My projects
Data with a spatial component is ubiquitous today: the location history stored on a mobile device, the number of cars passing by traffic counters, the observations recorded by weather sensors are all examples of data with associated location information. Analysing this type of data can help extract spatial patterns that inform decision making in many areas, such as infrastructure optimisation.
Human mobility data
One fundamental task in analysing location data is computing distances between objects. These objects can be, for example, sequences of GPS locations, called trajectories, denoting the latitude and longitude of the places that someone travelled through in a given day. Given a set of such sequences, one problem of interest is to find similar trajectories, that follow the same path through a road network; in an urban context this could have applications such as discovering groups of commuters who move from one part of the city to another in the same time frame. To extract similar trajectories implies computing pairwise distances; however, exact computation is expensive, due to the number, size, and complexity of the trajectories. We devised new methods to represent trajectories that make distance computation and other similar tasks more efficient in terms of time and space used for computation. For more details, see the paper Multi-resolution sketches and locality sensitive hashing for fast trajectory processing.

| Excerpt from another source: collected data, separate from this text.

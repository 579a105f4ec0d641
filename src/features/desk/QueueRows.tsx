import { View } from "react-native";

import { Card } from "@/components/Card";
import { ListRow } from "@/components/ListRow";
import { StatusPill } from "@/components/StatusPill";
import { Block, Caption, Dense, Mono } from "@/components/Text";
import { timeLeft, waitingTime } from "@/components/when";
import { useColors } from "@/theme/ThemeProvider";

import { isOverdue, type QueueItem } from "./queueFilter";

/** Submissions under a heading that counts them. */
export function QueueRows({
  title,
  rows,
  of = rows.length,
  level,
}: {
  title: string;
  rows: readonly QueueItem[];
  /** How many there are, where not all are shown. */
  of?: number;
  level?: 2;
}) {
  if (rows.length === 0) return null;
  return (
    <View style={{ gap: 8 }}>
      <Block
        level={level}
      >{`${title}, ${rows.length < of ? `${rows.length} of ${of}` : of}`}</Block>
      <Card flush>
        <View role="list" aria-label={title}>
          {rows.map((item, index) => (
            <QueueRow key={item.id} item={item} first={index === 0} />
          ))}
        </View>
      </Card>
    </View>
  );
}

export function QueueRow({ item, first }: { item: QueueItem; first: boolean }) {
  const colors = useColors();
  const { citation, place, page } = item;
  const where = [place, page ? `page ${page}` : null].filter(Boolean).join(", ");
  const overdue = isOverdue(item, new Date());
  return (
    <ListRow href={`/desk/review/${item.id}`} first={first}>
      <View style={{ flexDirection: "row", flexWrap: "wrap", alignItems: "center", gap: 8 }}>
        <Mono style={{ fontSize: 14 }}>
          {item.ordinal > 1 ? `${item.number}.${item.ordinal}` : item.number}
        </Mono>
        <StatusPill state={item.state} />
        <Dense
          muted={!overdue}
          style={overdue ? { color: colors.emberText, fontWeight: "600" } : undefined}
        >
          {standing(item, overdue)}
        </Dense>
      </View>
      <Dense style={{ fontWeight: "600" }}>{citation.shortName}</Dense>
      <Dense muted numberOfLines={2}>
        {citation.title}
      </Dense>
      {where ? <Caption>{where}</Caption> : null}
      {item.barredBecause ? (
        <Caption style={{ color: colors.emberText }}>{item.barredBecause}</Caption>
      ) : null}
    </ListRow>
  );
}

function standing(item: QueueItem, overdue: boolean): string {
  if (item.claimedByMe && item.claimedUntil) return `yours, ${timeLeft(item.claimedUntil)} left`;
  if (item.claimedUntil) return "another editor is reading it";
  return `${overdue ? "overdue, " : ""}waits ${waitingTime(item.submittedAt)}`;
}
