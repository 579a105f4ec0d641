import type { MigrationInterface, QueryRunner } from "typeorm";

export class CorrelatedSets1796130000005 implements MigrationInterface {
  name = "CorrelatedSets1796130000005";

  public async up(queryRunner: QueryRunner): Promise<void> {
    await queryRunner.query(
      "CREATE TABLE `correlated_set` (`id` int UNSIGNED NOT NULL AUTO_INCREMENT, `chainId` int UNSIGNED NOT NULL, `followsId` int UNSIGNED NULL, `ownerId` uuid NOT NULL, `citationId` uuid NOT NULL, `state` varchar(20) NOT NULL, `version` int UNSIGNED NOT NULL DEFAULT '1', `label` varchar(120) NULL, `members` json NOT NULL, `matrixKind` varchar(20) NULL, `triangle` json NOT NULL, `place` text NULL, `page` varchar(120) NULL, `note` text NULL, `answers` json NOT NULL, `findings` json NOT NULL, `createdAt` datetime(6) NOT NULL, `updatedAt` datetime(6) NOT NULL, `submittedAt` datetime(6) NULL, `licence` varchar(120) NULL, `claimedById` uuid NULL, `claimedUntil` datetime(6) NULL, `decidedById` uuid NULL, `decidedAt` datetime(6) NULL, `decisionNote` text NULL, `memberRevisions` json NOT NULL, `withdrawnAt` datetime(6) NULL, `withdrawnBecause` text NULL, INDEX `set_of_chain` (`chainId`), INDEX `set_of_owner` (`ownerId`), INDEX `set_by_state` (`state`), PRIMARY KEY (`id`)) ENGINE=InnoDB",
    );
    await queryRunner.query(
      "CREATE TABLE `set_reading` (`id` uuid NOT NULL, `setId` int UNSIGNED NOT NULL, `editorId` uuid NOT NULL, `storedAt` datetime(6) NOT NULL, `first` json NOT NULL, `latest` json NOT NULL, `corrections` json NOT NULL, UNIQUE INDEX `one_set_reading` (`setId`, `editorId`), PRIMARY KEY (`id`)) ENGINE=InnoDB",
    );
    await queryRunner.query(
      "ALTER TABLE `correlated_set` ADD CONSTRAINT `FK_57ccba705f9b2d13c1c2f0c7778` FOREIGN KEY (`ownerId`) REFERENCES `user`(`id`) ON DELETE RESTRICT ON UPDATE NO ACTION",
    );
    await queryRunner.query(
      "ALTER TABLE `correlated_set` ADD CONSTRAINT `FK_352199da20573ab481e51491a0f` FOREIGN KEY (`citationId`) REFERENCES `citation`(`id`) ON DELETE RESTRICT ON UPDATE NO ACTION",
    );
    await queryRunner.query(
      "ALTER TABLE `set_reading` ADD CONSTRAINT `FK_58692df27c88f5e252f055e316e` FOREIGN KEY (`setId`) REFERENCES `correlated_set`(`id`) ON DELETE CASCADE ON UPDATE NO ACTION",
    );
  }

  public async down(queryRunner: QueryRunner): Promise<void> {
    await queryRunner.query("DROP TABLE `set_reading`");
    await queryRunner.query("DROP TABLE `correlated_set`");
  }
}
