import type { MigrationInterface, QueryRunner } from "typeorm";

export class Evidence1796130000007 implements MigrationInterface {
  name = "Evidence1796130000007";

  public async up(queryRunner: QueryRunner): Promise<void> {
    await queryRunner.query(
      "CREATE TABLE `evidence_file` (`digest` char(64) NOT NULL, `kind` varchar(8) NOT NULL, `bytes` int UNSIGNED NOT NULL, PRIMARY KEY (`digest`)) ENGINE=InnoDB",
    );
    await queryRunner.query(
      "CREATE TABLE `evidence_chunk` (`digest` char(64) NOT NULL, `ordinal` int UNSIGNED NOT NULL, `data` mediumblob NOT NULL, PRIMARY KEY (`digest`, `ordinal`)) ENGINE=InnoDB",
    );
    await queryRunner.query(
      "CREATE TABLE `evidence` (`id` uuid NOT NULL, `revisionId` uuid NOT NULL, `digest` char(64) NOT NULL, `name` varchar(120) NOT NULL, `caption` varchar(300) NOT NULL, `uploadedById` uuid NOT NULL, `at` datetime(6) NOT NULL, INDEX `IDX_07dde44a0324caabd536175687` (`digest`), UNIQUE INDEX `one_file_once` (`revisionId`, `digest`), PRIMARY KEY (`id`)) ENGINE=InnoDB",
    );
    await queryRunner.query(
      "ALTER TABLE `evidence_chunk` ADD CONSTRAINT `FK_c4557e719b7c4ec34cd2dfcea9c` FOREIGN KEY (`digest`) REFERENCES `evidence_file`(`digest`) ON DELETE CASCADE ON UPDATE NO ACTION",
    );
    await queryRunner.query(
      "ALTER TABLE `evidence` ADD CONSTRAINT `FK_529cf1bb936dba70fed944e66a3` FOREIGN KEY (`revisionId`) REFERENCES `revision`(`id`) ON DELETE CASCADE ON UPDATE NO ACTION",
    );
    await queryRunner.query(
      "ALTER TABLE `evidence` ADD CONSTRAINT `FK_07dde44a0324caabd5361756876` FOREIGN KEY (`digest`) REFERENCES `evidence_file`(`digest`) ON DELETE RESTRICT ON UPDATE NO ACTION",
    );
    // The log is looked through by kind and by person.
    await queryRunner.query("CREATE INDEX `event_by_kind` ON `event` (`kind`)");
    await queryRunner.query("CREATE INDEX `event_by_actor` ON `event` (`actorId`)");
  }

  public async down(queryRunner: QueryRunner): Promise<void> {
    await queryRunner.query("DROP INDEX `event_by_actor` ON `event`");
    await queryRunner.query("DROP INDEX `event_by_kind` ON `event`");
    await queryRunner.query("DROP TABLE `evidence`");
    await queryRunner.query("DROP TABLE `evidence_chunk`");
    await queryRunner.query("DROP TABLE `evidence_file`");
  }
}
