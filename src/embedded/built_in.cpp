#include "isotally/built_in.hpp"

#include <string_view>

#include "packing.hpp"

extern "C" const char isotally_tables_pack_begin[];
extern "C" const char isotally_tables_pack_end[];

namespace isotally {
namespace {

std::string_view packed() {
    return {isotally_tables_pack_begin,
            static_cast<std::size_t>(isotally_tables_pack_end - isotally_tables_pack_begin)};
}

}  // namespace

Knowledge built_in_knowledge() {
    return unpack_knowledge(packed());
}

std::vector<TableFile> built_in_files() {
    return unpack_files(packed());
}

}  // namespace isotally
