#include "isotally/built_in.hpp"

#include <algorithm>
#include <string_view>

#include "packing.hpp"

extern "C" const char isotally_tables_pack_begin[];
extern "C" const char isotally_tables_pack_end[];

namespace isotally {
namespace {

std::string_view packed() {
    return {isotally_tables_pack_begin,
            static_cast<std::size_t>(isotally_tables_pack_end - isotally_tables_pack_begin)};
}

}  // namespace

Knowledge built_in_knowledge() {
    return unpack_knowledge(packed());
}

std::vector<Fault> missing_safety_rows(const Tables& tables) {
    std::vector<Fault> faults;
    for (const auto& wanted : built_in_knowledge().tables.bans) {
        if (!wanted.id.starts_with("energetic-"))
            continue;
        const auto same = [&](const Ban& ban) { return ban.id == wanted.id && ban.smarts == wanted.smarts; };
        if (std::none_of(tables.bans.begin(), tables.bans.end(), same))
            faults.push_back(
                {"bans.csv:id", "the row " + wanted.id + " is missing or its smarts is altered, expected \"" +
                                    wanted.smarts + "\": rows that decline energetic molecules stay"});
    }
    return faults;
}

std::vector<TableFile> built_in_files() {
    return unpack_files(packed());
}

}  // namespace isotally
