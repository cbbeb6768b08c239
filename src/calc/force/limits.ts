import { type CheckOf, figure, type State, verdict, worseOf } from '../check.ts';
import type { Mm, NewtonMm, Watt } from '../units.ts';
import { FORCE_FACTOR } from './torque.ts';

/** Within the machine at the expected force fine; past it even at the low force stop. */
const against = (value: number | null, limit: number | null): State =>
  value === null || limit === null ? 'fine' : verdict(value, limit, FORCE_FACTOR * limit);

/**
 * Whether the machine can turn the work against the wheels.
 *
 *     at the expected force within its limits fine; past them even at half of it stop; else watch
 *
 * | symbol | meaning | unit | range |
 * | --- | --- | --- | --- |
 * | T (torque) | torque of all the wheels on the work | N·mm | ≥ 0 |
 * | P (power) | power at the work, or null where the speed is not known | W | ≥ 0 |
 * | T_m (torqueLimit) | torque of the machine, or null where not known | N·mm | > 0 |
 * | P_m (powerLimit) | power of the machine, or null where not known | W | > 0 |
 * | → check | capacity, with both figures and both limits | - | |
 *
 * Assumes the limits are those at the spindle.
 *
 * @source force-model (torque and power)
 * @source judgement (watch past the limit, stop past it at half the force)
 * @example capacityCheck({ torque: newtonMm(2200), power: watt(70), torqueLimit: null, powerLimit: watt(500) }).state // "fine"
 */
export function capacityCheck(of: {
  readonly torque: NewtonMm;
  readonly power: Watt | null;
  readonly torqueLimit: NewtonMm | null;
  readonly powerLimit: Watt | null;
}): CheckOf<'capacity'> {
  const byTorque = against(of.torque, of.torqueLimit);
  const state = worseOf(byTorque, against(of.power, of.powerLimit));
  return {
    name: 'capacity',
    state,
    reason: state === 'fine' ? 'within' : state === byTorque ? 'overTorque' : 'overPower',
    figures: {
      torque: figure(of.torque, 'N·mm'),
      torqueLimit: of.torqueLimit === null ? null : figure(of.torqueLimit, 'N·mm'),
      power: of.power === null ? null : figure(of.power, 'W'),
      powerLimit: of.powerLimit === null ? null : figure(of.powerLimit, 'W'),
    },
  };
}

/**
 * Whether the knurl is no wider than the work is thick.
 *
 *     w ≤ D fine, else watch
 *
 * | symbol | meaning | unit | range |
 * | --- | --- | --- | --- |
 * | w (width) | width of the knurl along the work | mm | > 0 |
 * | D (diameter) | diameter of the blank | mm | > 0 |
 * | → check | width | - | |
 *
 * Assumes nothing of how the work is held.
 *
 * @source asme-b94.6 (a knurl no wider than the blank diameter)
 * @example widthCheck(mm(6), mm(25)).state // "fine"
 * @example widthCheck(mm(30), mm(25)).state // "watch"
 */
export function widthCheck(width: Mm, diameter: Mm): CheckOf<'width'> {
  const wide = width > diameter + 1e-9;
  return {
    name: 'width',
    state: wide ? 'watch' : 'fine',
    reason: wide ? 'wide' : 'within',
    figures: { knurlWidth: figure(width, 'mm'), blankDiameter: figure(diameter, 'mm') },
  };
}
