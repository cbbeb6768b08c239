import type { Form } from '../growth/index.ts';
import { within } from '../units.ts';

/** What one wheel presses: grooves, one family of a raised pattern, all of it, or sunk points. */
export type Press = 'grooves' | 'oneOfPair' | 'crossedRaised' | 'crossedSunk';

/**
 * What one wheel presses of a pattern.
 *
 *     grooves → grooves; raised → one family of a pair, or both from one crossed wheel; sunk → points
 *
 * | symbol | meaning | unit | range |
 * | --- | --- | --- | --- |
 * | form | how the grooves meet | - | |
 * | pair | two wheels, one for each family | - | |
 * | → press | what one wheel presses | - | |
 *
 * Assumes each wheel of a pair presses the same depth.
 *
 * @source force-model (wedge share by kind of wheel)
 * @example pressOf('raised', true) // "oneOfPair"
 */
export function pressOf(form: Form, pair: boolean): Press {
  switch (form) {
    case 'grooves':
      return 'grooves';
    case 'raised':
      return pair ? 'oneOfPair' : 'crossedRaised';
    case 'sunk':
      return 'crossedSunk';
  }
}

/**
 * Share of the ground under a wheel that its teeth bear on.
 *
 *     grooves x;  one of a pair x − x²/2;  crossed, raised 2x − x²;  crossed, sunk x²
 *
 * | symbol | meaning | unit | range |
 * | --- | --- | --- | --- |
 * | press | what the wheel presses | - | |
 * | x (fill) | tooth height over sharp height | - | 0 to 1 |
 * | → φ | wedge share | - | 0 to 1 |
 *
 * Assumes sharp teeth and flanks that bear as far down as the work has risen between them.
 *
 * @source force-model (a tooth of height H bears on H/Hf of the pitch)
 * @example wedgeShare('grooves', 0.8) // 0.8
 * @example wedgeShare('oneOfPair', 0.9) // 0.495
 */
export function wedgeShare(press: Press, fill: number): number {
  const x = within('fill', fill, 0, 1);
  switch (press) {
    case 'grooves':
      return x;
    case 'oneOfPair':
      return x - x ** 2 / 2;
    case 'crossedRaised':
      return 2 * x - x ** 2;
    case 'crossedSunk':
      return x ** 2;
  }
}

/**
 * Mean wedge share while a wheel sinks from touch to its whole infeed.
 *
 *     φ̄ = (1/z) ∫₀ᶻ φ dz,  dz = share dH
 *     grooves (x/2 − x²/3)/(1 − x/2);  crossed, sunk (x²/3 − x⁴/5)/(1 − x²/3)
 *     crossed, raised (x − 5x²/3 + x³ − x⁴/5)/(1 − x + x²/3), one of a pair half of it
 *
 * | symbol | meaning | unit | range |
 * | --- | --- | --- | --- |
 * | press | what the wheel presses | - | |
 * | x (fill) | tooth height over sharp height at the end | - | 0 to 1 |
 * | → φ̄ | mean over the infeed, not over the height | - | 0 to 1 |
 *
 * Assumes volume is kept, as for the infeed of the pattern.
 *
 * @source force-model (leading part of a wheel that travels)
 * @source volume-constancy (infeed against height)
 * @example meanWedgeShare('grooves', 0.8) // 0.311111
 */
export function meanWedgeShare(press: Press, fill: number): number {
  const x = within('fill', fill, 0, 1);
  const raised = (x - (5 * x ** 2) / 3 + x ** 3 - x ** 4 / 5) / (1 - x + x ** 2 / 3);
  switch (press) {
    case 'grooves':
      return (x / 2 - x ** 2 / 3) / (1 - x / 2);
    case 'oneOfPair':
      return raised / 2;
    case 'crossedRaised':
      return raised;
    case 'crossedSunk':
      return (x ** 2 / 3 - x ** 4 / 5) / (1 - x ** 2 / 3);
  }
}
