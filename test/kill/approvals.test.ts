/** The same proposal, approved by two people in two processes at the same time, a thousand times. */
import type { ChildProcess } from 'node:child_process';
import { expect, it, onTestFinished } from 'vitest';
import { enterShop, keepCard } from '../../src/shop/index.ts';
import type { Store } from '../../src/store/index.ts';
import { SETUP_CARD } from '../shop/contract/samples.ts';
import { ENGINES } from '../support/places.ts';
import { builtProgram, startProgram } from '../support/program.ts';
import { newRecords, person, START, WORDS } from '../support/records.ts';
import { bringTo } from '../support/standards.ts';

const TIMES = 1000;
const PEOPLE = ['one', 'two'];
type Answer = { readonly refusal: { readonly by: string } | null };

const partOf = (at: number): string => `P-${String(at)}`;

/** As many proposals as there are to be approved, in one change. */
const proposed = (store: Store): Promise<void> =>
  store.transact(async (tx) => {
    const shop = { platform: 'terminal', id: 'twice', name: 'Twice' };
    const { change } = await enterShop(tx, WORDS, shop, person('Kim'), START);
    const { id } = await keepCard(change, SETUP_CARD);
    for (let at = 0; at < TIMES; at += 1) await bringTo(change, partOf(at), 'proposed', id);
  });

it.each(ENGINES)(
  'two who approve at once leave one approval and one clear refusal in %s',
  async (engine) => {
    const { store, place } = await newRecords(engine);
    await proposed(store);
    const file = await builtProgram(new URL('./approveProgram.ts', import.meta.url));
    const programs = PEOPLE.map((name) => startProgram(file, { place, name }));
    const both = programs.map((program) => program.process);
    onTestFinished(() => {
      for (const each of both) each.kill('SIGKILL');
    });
    await Promise.all(both.map(heard));
    const winners: string[] = [];
    for (let at = 0; at < TIMES; at += 1) {
      const next = Promise.all(both.map(heard));
      for (const each of both) each.send(partOf(at));
      winners.push(winnerOf((await next) as [Answer, Answer], partOf(at)));
    }
    for (const each of both) each.disconnect();
    expect(await Promise.all(programs.map(({ ended }) => ended))).toEqual([0, 0]);
    // Both had their turn at being first, or they were not two at the same time.
    expect([...new Set(winners)].sort()).toEqual(PEOPLE);
    await expectOneEach(store, winners);
  },
  240_000,
);

const heard = (program: ChildProcess): Promise<unknown> =>
  new Promise((resolve) => program.once('message', resolve));

/** Who approved it: the other one is told who, and that nothing of theirs was done. */
const winnerOf = (answers: readonly [Answer, Answer], part: string): string => {
  const winner = answers.findIndex(({ refusal }) => refusal === null);
  const name = PEOPLE[winner] ?? '';
  const lost = answers[1 - winner];
  expect(lost?.refusal).toMatchObject({
    code: 'notNow',
    asked: 'approve',
    part,
    revision: 1,
    state: 'approved',
    by: name,
  });
  return name;
};

const expectOneEach = async (store: Store, winners: readonly string[]): Promise<void> => {
  const revisions = await store.read
    .selectFrom('standard_revision')
    .innerJoin('standard', 'standard.id', 'standard_revision.standard')
    .innerJoin('person', 'person.id', 'standard_revision.approved_by')
    .select(['standard.part', 'person.name', 'standard_revision.state'])
    .execute();
  const wanted = winners.map((name, at) => ({ part: partOf(at), name, state: 'approved' }));
  const byPart = (a: { part: string }, b: { part: string }) => (a.part < b.part ? -1 : 1);
  expect([...revisions].sort(byPart)).toEqual([...wanted].sort(byPart));
  const approvals = await store.read
    .selectFrom('history')
    .select('id')
    .where('subject', '=', 'standard')
    .where('after', 'like', '%"state":"approved"%')
    .execute();
  expect(approvals).toHaveLength(TIMES);
  const effects = await store.read.selectFrom('effect').select('key').execute();
  expect(effects).toHaveLength(TIMES);
};
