/** What one interaction did, as it was acknowledged and as it was kept. */
export type Did = {
  readonly interaction: string;
  /** Ids of wheels that were added, and of those that were removed. */
  readonly wheels: readonly string[];
  readonly removed: readonly string[];
  /** Codes. */
  readonly cards: readonly string[];
  /** Ids of results that were logged, and of those that were withdrawn. */
  readonly results: readonly string[];
  readonly withdrawn: readonly string[];
  /** Ids of revisions of a standard that were approved. */
  readonly approved: readonly string[];
  /** Ids of questions that were asked, of answers that were given, of questions that were solved. */
  readonly asked: readonly string[];
  readonly answered: readonly string[];
  readonly solved: readonly string[];
  /** Keys. */
  readonly effects: readonly string[];
};

/** The wheel on which every interaction counts itself. */
export const TALLY = 'tally';

/** The wheel that every result is of. */
export const WORN = 'worn';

Another application of analysing trajectory data is placing transportation resources efficiently. For example, data on cycling trips made in a city can inform how to place cycling lanes efficiently such that a large number of cyclists can use them, while respecting a limited construction budget. At the level of a city it is challenging to identify an optimal set of lanes because of the large number of trips to be analysed and the large number of candidate streets. We proposed a transit network design solution for placing resources under given constraints that can handle large datasets and gives good results in practice.
Analysing timeseries data for renewable power forecasting
World energy consumption is predicted to increase by 50% by 2050 due to urbanisation and increased standards of living. Given the high levels of greenhouse gases emissions caused by traditional energy sources, demand for sustainable alternatives is on the rise, with renewable sources being the fastest growing. Including renewable sources in the current energy system is difficult because power output forecasting, crucial to the optimal planning and running of renewable power plants, is challenging under variable weather conditions.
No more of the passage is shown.